This painting is kind of a drawing. The eraser was a one and a half inch brush loaded with white paint. It is part of a series that Judy made early in the century in which she painted a single figure on a white canvas every day and at the end of the day, or perhaps the next morning, she decided if it was finished. If not, she painted out the whole painting with white or scraped it off and started again.

This is another painting that was painted in this way:

 
  RED DRESS, 1999, 90" x 80", oil on canvas
 

She developed a wet on wet technique which mimics or evokes the fluidity of expression that plays on the human face.

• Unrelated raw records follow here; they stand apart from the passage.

#include "chain/chain_budget.h"

#include <cassert>
#include <cmath>

#include "base/printf.h"
#include "budget/stage_evaluator.h"
#include "chain/chain_noise.h"
#include "chain/filter_response.h"
#include "chain/second_stage_network.h"
#include "noise/spectrum_evaluator.h"

namespace hushgain {
namespace {

void ChainWarnings(const Stage& stage, const ChainBlock& c,
                   std::vector<std::string>* warnings) {
  if (stage.band_high_hz > c.nyquist_hz)
    warnings->push_back("the band's upper edge (" + HzText(stage.band_high_hz) +
                        ") is above the converter's Nyquist frequency (" +
                        HzText(c.nyquist_hz) + "): the signal aliases");
  if (c.chain.second_stage) {
    // A stage file's -3 dB corner is its own budget's (0: none found).
    const double f_p = c.second_stage_network
                           ? c.second_stage_network->bandwidth_3db_hz
                           : c.chain.second_stage->bandwidth_hz;
    if (f_p > 0 && f_p < stage.band_high_hz)
      warnings->push_back("the " + SecondStageBlockName(*c.chain.second_stage) +
                          "'s bandwidth (" + HzText(f_p) +
                          ") is below the band's upper edge (" +
                          HzText(stage.band_high_hz) + "): it cuts the signal");
  }
  if (c.chain.filter && c.chain.filter->kind != ChainFilter::Kind::kNone) {
    const FilterResponse h(*c.chain.filter);
    const double g = c.chain.filter->gain;
    if (h.PowerGain(stage.band_high_hz) < g * g / 2)
      warnings->push_back("the filter's -3 dB cutoff (" +
                          HzText(c.chain.filter->cutoff_hz) +
                          ") is below the band's upper edge (" +
                          HzText(stage.band_high_hz) + "): it cuts the signal");
  }
  if (stage.full_scale_output_v) {
    const double swing_pp = 2 * *stage.full_scale_output_v * c.chain_gain_dc;
    if (swing_pp > c.chain.adc.full_scale_v * (1 + 1e-9))
      warnings->push_back(
          Printf("the stage's full-scale swing (%.4g V peak to peak",
                 swing_pp) +
          Printf(" at the converter) exceeds the converter's %.4g V input "
                 "range",
                 c.chain.adc.full_scale_v));
  }
  if (c.fold_limited)
    warnings->push_back(
        "the noise above the converter's Nyquist frequency was counted up to " +
        HzText(c.counted_to_hz) +
        " and had still not fallen away: the folded noise is a floor; add or "
        "steepen the filter");
}

// The stage's contributors at its output, from the budget's evaluator.
FrontEndSpectra StageSpectra(SpectrumEvaluator& evaluator) {
  FrontEndSpectra front_end;
  for (const NoiseSource& source : evaluator.sources())
    front_end.names.push_back(source.name);
  front_end.densities = [&evaluator](double f_hz, double* psd) {
    return evaluator.Densities(f_hz, psd);
  };
  return front_end;
}

}  // namespace

ChainSamplesOutcome SampleChain(const Stage& stage,
                                const std::vector<double>& f_hz) {
  assert(stage.chain);
  ChainSamplesOutcome outcome;
  Netlist netlist;
  SpectrumEvaluator evaluator;
  outcome.status = PrepareStageEvaluator(stage, &netlist, &evaluator, nullptr);
  if (!outcome.status.ok) return outcome;
  const FrontEndSpectra front_end = StageSpectra(evaluator);
  SecondStageNetwork network;
  const std::optional<SecondStage>& second = stage.chain->second_stage;
  if (second && second->is_network()) {
    outcome.status = network.Prepare(stage, *second, BudgetOptions{});
    if (!outcome.status.ok) return outcome;
  }
  const ChainDensities densities(front_end, *stage.chain, stage.temperature_k,
                                 &network.spectra());
  ChainSamples& out = outcome.samples;
  for (double f : f_hz) {
    double psd = 0;
    outcome.status = densities.Total(f, &psd);
    if (outcome.status.ok && !std::isfinite(psd))
      outcome.status = Status::Fail("the chain's noise density at " +
                                    HzText(f) + " is not finite");
    if (!outcome.status.ok) return outcome;
    out.f_hz.push_back(f);
    out.analog_psd.push_back(psd);
    out.filter_abs.push_back(std::sqrt(densities.filter().PowerGain(f)));
  }
  return outcome;
}

ChainOutcome ComputeChain(const Stage& stage, const BudgetOptions& options) {
  assert(stage.chain);
  ChainOutcome outcome;
  Netlist netlist;
  SpectrumEvaluator evaluator;
  Status s = PrepareStageEvaluator(stage, &netlist, &evaluator, nullptr);
  if (!s.ok) return {s, {}, {}};
  const FrontEndSpectra front_end = StageSpectra(evaluator);
  ChainNoiseOptions chain_options;
  chain_options.band_low_hz = stage.band_low_hz;
  chain_options.temperature_k = stage.temperature_k;
  chain_options.integration = options.integration;
  // A tabulated op-amp density has a kink at each of its points, and the
  // filter's response bends at its cutoff.
  const double f_high = 1e12;
  for (const NoiseTable* table :
       {&stage.opamp.voltage_noise_table, &stage.opamp.current_noise_table})
    for (double f : table->Breakpoints(stage.band_low_hz, f_high))
      chain_options.integration.breakpoints_hz.push_back(f);
  if (stage.chain->filter &&
      stage.chain->filter->kind != ChainFilter::Kind::kNone)
    chain_options.integration.breakpoints_hz.push_back(
        stage.chain->filter->cutoff_hz);
  SecondStageNetwork network;
  const std::optional<SecondStage>& second = stage.chain->second_stage;
  if (second && second->is_network()) {
    s = network.Prepare(stage, *second, options);
    if (!s.ok) return {s, {}, {}};
    const Stage& net = *second->network;
    for (const NoiseTable* table :
         {&net.opamp.voltage_noise_table, &net.opamp.current_noise_table})
      for (double f : table->Breakpoints(stage.band_low_hz, f_high))
        chain_options.integration.breakpoints_hz.push_back(f);
  }
  ChainNoiseOutcome noise = ComputeChainNoise(
      front_end, *stage.chain, chain_options, &network.spectra());
  if (!noise.status.ok) return {noise.status, {}, {}};
  outcome.block = noise.block;
  if (second && second->is_network())
    outcome.block.second_stage_network = network.figures();
  ChainWarnings(stage, outcome.block, &outcome.warnings);
  for (const std::string& w : network.warnings()) outcome.warnings.push_back(w);
  outcome.status = Status::Ok();
  return outcome;
}

}  // namespace hushgain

The White Paintings have the feeling of self portraits—not that she used a mirror, though. In more recent works, there are multiple faces and the way the paintings are made is very different. In a way, the White Paintings have multiple faces too, but they are superseded by the face on top of them in a quest to find one perfect expression of the artist’s intention. I’m not sure that “perfect” is the right word but it’s the closest thing I could come up with. In the following painting, the faces are added, nothing is subtracted.

 
  UNTITLED, 2004, 88.25" x 77", oil on canvas
 

As a side note, both of these methods of finding an image are in continuous use throughout the history of painting. In the transparent media (ink and watercolor) it is all addition. In the opaque and semitransparent media like oils and acrylic, it is part of the temperament of the painter. For example and with exceptions, Matisse, Picasso, Giacommetti and Mitchell constantly destroyed and rebuilt; Seurat, Klimt, and Pollock added.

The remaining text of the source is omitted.